SPDX-FileCopyrightText: Copyright (c) 2025 NVIDIA CORPORATION & AFFILIATES. All rights reserved.
SPDX-License-Identifier: Apache-2.0
-->
# Supporting SGLang's native endpoints via HTTP Server
# Introduction
The SGLang HTTP server provides a REST API interface for managing and monitoring SGLang components running in a dynamo distributed environment. It leverages dynamo's service discovery mechanism to automatically find and communicate with SGLang workers across the cluster.
<details>
<summary>How it works under the hood</summary>
## Architecture Overview
The HTTP server (`sgl_http_server.py`) is built on FastAPI and integrates with dynamo's `DistributedRuntime` to discover and interact with SGLang components. It uses the following discovery flow:
1.**Service Discovery**: Queries dynamo's etcd instance to find components that expose specific endpoints
2.**Dynamic Targeting**: Automatically discovers all matching components across namespaces without requiring manual configuration
3.**Direct Communication**: Establishes direct connections to discovered component instances using dynamo's client infrastructure
## Discovery Mechanism
The server uses dynamo's hierarchical service discovery structure:
-**DistributedRuntime**: Maintains connections to etcd (service discovery) and NATS (messaging)

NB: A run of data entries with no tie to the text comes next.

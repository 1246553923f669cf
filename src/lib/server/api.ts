import type { RequestEvent } from '@sveltejs/kit';
import type { z } from 'zod';
import type { Actor } from './audit.ts';
import { answering } from './hooks/problems.ts';
import { Problem } from './problem.ts';

/** Bodies of ordinary requests, and of those that carry a floorplan, bytes. */
export const SMALL_BODY_BYTES = 64 * 1024;
export const PLAN_BODY_BYTES = 16 * 1024 * 1024;

/** Handles an operation of the API for whoever is signed in: problems become problem documents. */
export function operation<Event extends RequestEvent>(
	work: (event: Event, actor: Actor) => Promise<Response>
): (event: Event) => Promise<Response> {
	return (event) =>
		answering(event.locals.requestId, () => {
			const { actor, unavailable } = event.locals;
			if (unavailable) throw unavailable;
			if (!actor) throw new Problem('not-signed-in', 'Sign in to use this address.');
			return work(event, actor);
		});
}

/** Reads a body up to a size, whatever length its header claims. */
async function readText(request: Request, limitBytes: number): Promise<string> {
	const tooLarge = () =>
		new Problem(
			'too-large',
			`The request is larger than the ${Math.round(limitBytes / 1024)} KiB allowed here.`
		);
	if (Number(request.headers.get('content-length') ?? 0) > limitBytes) throw tooLarge();
	const decoder = new TextDecoder('utf-8', { fatal: true });
	const reader = request.body?.getReader();
	let text = '';
	let bytes = 0;
	try {
		for (let chunk = await reader?.read(); chunk && !chunk.done; chunk = await reader?.read()) {
			bytes += (chunk.value as Uint8Array).byteLength;
			if (bytes > limitBytes) throw tooLarge();
			text += decoder.decode(chunk.value as Uint8Array, { stream: true });
		}
		return text + decoder.decode();
	} catch (error) {
		if (error instanceof TypeError) throw new Problem('invalid', 'The body is not UTF-8 text.');
		throw error;
	}
}

/** The JSON body of a request, checked against its schema. */
export async function readBody<T>(
	request: Request,
	schema: z.ZodType<T>,
	limitBytes = SMALL_BODY_BYTES
): Promise<T> {
	if (!/^application\/json\b/i.test(request.headers.get('content-type') ?? '')) {
		throw new Problem('invalid', 'Send the body as application/json.');
	}
	let data: unknown;
	const text = await readText(request, limitBytes);
	try {
		data = JSON.parse(text);
	} catch {
		throw new Problem('invalid', 'The body is not JSON.');
	}
	const parsed = schema.safeParse(data);
	if (parsed.success) return parsed.data;
	const errors = parsed.error.issues.slice(0, 100).map(({ path, message }) => ({
		path: path.map(String).join('.'),
		message
	}));
	throw new Problem('invalid', `${errors[0].path || 'body'}: ${errors[0].message}`, { errors });
}
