import { z } from 'zod';
import { isPlainJson } from '../canonical.ts';
import { ITEM_LISTS, type ItemList } from '../document.ts';
import { idSchema } from '../primitives.ts';

/** The properties of a document that are not lists. */
export const PROPERTIES = ['name', 'die', 'sites', 'stack', 'limits', 'mesh'] as const;
export type Property = (typeof PROPERTIES)[number];

const plainJson = 'expected JSON nested at most 16 deep';
const valueSchema = z
	.unknown()
	.refine((value) => value === undefined || isPlainJson(value), plainJson);
const itemSchema = z
	.unknown()
	.refine(isPlainJson, plainJson)
	.pipe(z.looseObject({ id: idSchema }));
const listSchema = z.enum(ITEM_LISTS);
const indexSchema = z.int().nonnegative();

/**
 * The smallest steps of an edit. Each carries what it found as well as what it leaves, so that it
 * can be undone, and so that a change of something that somebody else has changed meanwhile is
 * noticed. An absent `from` or `to` stands for an absent field.
 */
export const operationSchema = z.discriminatedUnion('op', [
	z.strictObject({
		op: z.literal('insert'),
		list: listSchema,
		/** Place in the list; the end where the list is shorter. */
		index: indexSchema,
		item: itemSchema
	}),
	z.strictObject({
		op: z.literal('remove'),
		list: listSchema,
		index: indexSchema,
		/** The item as it was. */
		item: itemSchema
	}),
	z.strictObject({
		op: z.literal('change'),
		list: listSchema,
		id: idSchema,
		field: z
			.string()
			.regex(/^[A-Za-z]{1,40}$/)
			.refine((field) => field !== 'id', 'an id does not change (expected another field)'),
		from: valueSchema.optional(),
		to: valueSchema.optional()
	}),
	z.strictObject({
		op: z.literal('set'),
		property: z.enum(PROPERTIES),
		from: valueSchema.optional(),
		to: valueSchema.optional()
	})
]);

export type Operation = z.infer<typeof operationSchema>;
export type Item = z.infer<typeof itemSchema>;

/** One action of a person: all its operations take effect, or none. */
export const editSchema = z.strictObject({
	/** Identity, so that an edit sent twice takes effect once. */
	id: z.uuid(),
	/** What was done, for the history: "Move 3 regulators". */
	label: z.string().min(1).max(200),
	operations: z.array(operationSchema).min(1).max(20_000)
});
export type Edit = z.infer<typeof editSchema>;

/** The lists and properties that the operations would change, for permission checks. */
export function partsTouched(operations: readonly Operation[]): Set<ItemList | Property> {
	return new Set(
		operations.map((operation) => (operation.op === 'set' ? operation.property : operation.list))
	);
}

-**Namespace**: Logical grouping of components (default: "dynamo")
-**Component**: Individual SGLang workers or services
-**Endpoint**: Specific functionality exposed by each component
The discovery process queries etcd with the prefix `instances/` to find all registered components that expose the target endpoint. Components are identified by their namespace, component name, and endpoint, allowing the server to dynamically scale operations across multiple instances.
</details>
## Supported Endpoints
All of these endpoints can be called using
```bash
curl -X POST http://<ip>:9001/<endpoint>
```
#### `/flush_cache`
Flushes the kv cache across all SGLang components. Useful for resetting after a warmup or a benchmarking run.
#### `/start_expert_distribution_record`
Begins recording expert distribution metrics across SGLang components.
#### `/stop_expert_distribution_record`
Stops the expert distribution recording process.
#### `/dump_expert_distribution_record`
Dumps the collected expert distribution data.
## Configuration
The server accepts the following command-line arguments:
-`--port`: HTTP server port (default: 9001)
-`--ns/--namespace`: Target dynamo namespace (default: "dynamo")
## Usage
Start the server:
```bash
python src/dynamo/sglang/utils/sgl_http_server.py --port 9001 --namespace dynamo
```
The server will automatically discover all SGLang components in the specified namespace and provide HTTP endpoints for managing them.